在一实施例中，所述轮询控制单元还包括：更新模块，用于当所述时间差判断模块的输出结果为否时，使所述备份节点继续同步数据。In an embodiment, the polling control unit further includes: an updating module, configured to make the backup node continue to synchronize data when the output result of the time difference judging module is negative.

在一实施例中，所述容灾备份装置设置于所述备份节点中，所述容灾备份装置通过SSH远程访问所述主节点，其中，SSH表示安全外壳协议。In an embodiment, the disaster recovery backup device is set in the backup node, and the disaster recovery backup device remotely accesses the master node through SSH, wherein SSH stands for Secure Shell Protocol.

在一实施例中，所述容灾备份装置设置于所述主节点中，所述容灾备份装置通过SSH远程访问所述备份节点。In an embodiment, the disaster recovery backup device is set in the master node, and the disaster recovery backup device remotely accesses the backup node through SSH.

在一实施例中，所述容灾备份装置于所述备份节点及主节点之外独立设置。In one embodiment, the disaster recovery backup device is set independently from the backup node and the master node.

利用本发明实施例提供的容灾备份方法及装置，可以对各受控端节点进行远程控制，实现异地数据复制及备份的流程化和自动化。By using the disaster recovery backup method and device provided by the embodiments of the present invention, each controlled end node can be remotely controlled, and the flow and automation of remote data replication and backup can be realized.

附图说明Description of drawings

为了更清楚地说明本发明实施例或现有技术中的技术方案，下面将对实施例或现有技术描述中所需要使用的附图作简单地介绍，显而易见地，下面描述中的附图仅仅是本发明的一些实施例，对于本领域普通技术人员来讲，在不付出创造性劳动的前提下，还可以根据这些附图获得其他的附图。
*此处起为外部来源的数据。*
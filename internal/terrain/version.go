package terrain

import (
	"crypto/sha256"
	"encoding/hex"
	"errors"
	"fmt"
	"io"
	"os"
	"time"

	"ridgehop/internal/raster"
)

// version names the content: the same bytes have the same version on every
// machine, and no edit goes unnoticed. It is computed once; a failure is tried
// again the next time. That of a remote raster is known from the first look.
func (e *entry) version() (string, error) {
	e.mu.Lock()
	defer e.mu.Unlock()
	if e.known != "" {
		return e.known, nil
	}
	version, err := e.contentVersion()
	if err == nil {
		e.known = version
	}
	return version, err
}

// versionDigits is how much of the content's SHA-256 names a version: 64 bits,
// far more than telling two versions of one raster apart needs.
const versionDigits = 16

// contentVersion names the content of the file that was loaded, and of the one
// beside it that says where its pixels lie, if there is one.
func (e *entry) contentVersion() (string, error) {
	h := sha256.New()
	for _, path := range []string{e.path, raster.Beside(e.path)} {
		if path == "" {
			continue
		}
		if err := copyFile(h, path); err != nil {
			return "", fmt.Errorf("its version: %w", err)
		}
	}
	if err := e.unchanged(); err != nil {
		return "", err
	}
	return hex.EncodeToString(h.Sum(nil))[:versionDigits], nil
}

// copyFile copies a file's content. Its errors do not say where the file lies.
func copyFile(to io.Writer, path string) error {
	f, err := os.Open(path)
	if err == nil {
		defer f.Close()
		_, err = io.Copy(to, f)
	}
	return withoutFolder(err)
}

// current is an error where a raster that was just read is no longer the one that
// was loaded. A remote one's dataset reads one version only, which is compared
// with the entry's.
func (e *entry) current(d *raster.Dataset) error {
	switch {
	case !e.remote:
		return e.unchanged()
	case d.Version() != e.known:
		e.gone.Store(true)
		if e.source.tiles == nil {
			return fmt.Errorf("%w: it was replaced; reload the rasters to have the new one", raster.ErrChanged)
		}
		return fmt.Errorf("%w: it was replaced; ask again to have the new one", raster.ErrChanged)
	}
	return nil
}

// recheck asks the server of a remote raster whether it is still the one that
// was loaded. A server that does not answer leaves what is known as it was.
func (e *entry) recheck(gdal *raster.GDAL) {
	version, err := gdal.RemoteVersion(e.path)
	e.mu.Lock()
	defer e.mu.Unlock()
	e.checkedAt = time.Now()
	if err == nil && version != e.known || errors.Is(err, raster.ErrAbsent) {
		e.gone.Store(true)
	}
}

// recheckAfter is how long a remote raster is used without asking its server
// whether it has been replaced, while nothing new is read from it.
const recheckAfter = 10 * time.Minute

// due reports whether it is time to ask.
func (e *entry) due() bool {
	e.mu.Lock()
	defer e.mu.Unlock()
	return e.remote && time.Since(e.checkedAt) > recheckAfter
}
In order to more clearly illustrate the technical solutions in the embodiments of the present invention or the prior art, the following will briefly introduce the drawings that need to be used in the description of the embodiments or the prior art. Obviously, the accompanying drawings in the following description are only These are some embodiments of the present invention. Those skilled in the art can also obtain other drawings based on these drawings without creative work.

图1为本发明实施例容灾备份方法的流程示意图；Fig. 1 is a schematic flow diagram of a disaster recovery backup method according to an embodiment of the present invention;

图2为本发明实施例又一容灾备份方法的流程示意图；FIG. 2 is a schematic flow diagram of another disaster recovery backup method according to an embodiment of the present invention;

图3为本发明实施例容灾备份装置的结构示意图；3 is a schematic structural diagram of a disaster recovery backup device according to an embodiment of the present invention;

图4为本发明实施例轮询控制单元4的结构示意图；FIG. 4 is a schematic structural diagram of a polling control unit 4 according to an embodiment of the present invention;

图5为本发明实施例容灾备份装置的架构图；FIG. 5 is a structural diagram of a disaster recovery backup device according to an embodiment of the present invention;

图6为本发明实施例又一容灾系统的控制结构图。FIG. 6 is a control structure diagram of another disaster recovery system according to an embodiment of the present invention.

具体实施方式Detailed ways

下面将结合本发明实施例中的附图，对本发明实施例中的技术方案进行清楚、完整地描述，显然，所描述的实施例仅仅是本发明一部分实施例，而不是全部的实施例。基于本发明中的实施例，本领域普通技术人员在没有做出创造性劳动前提下所获得的所有其他实施例，都属于本发明保护的范围。The following will clearly and completely describe the technical solutions in the embodiments of the present invention with reference to the accompanying drawings in the embodiments of the present invention. Obviously, the described embodiments are only some, not all, embodiments of the present invention. Based on the embodiments of the present invention, all other embodiments obtained by persons of ordinary skill in the art without making creative efforts belong to the protection scope of the present invention.

本发明供了一容灾备份方法的实施例，如图1所示，该方法主要包括以下步骤：The present invention provides the embodiment of a disaster recovery backup method, as shown in Figure 1, this method mainly comprises the following steps:

步骤S1、判断备份节点是否处于数据同步中断状态。Step S1, judging whether the backup node is in a state of data synchronization interruption.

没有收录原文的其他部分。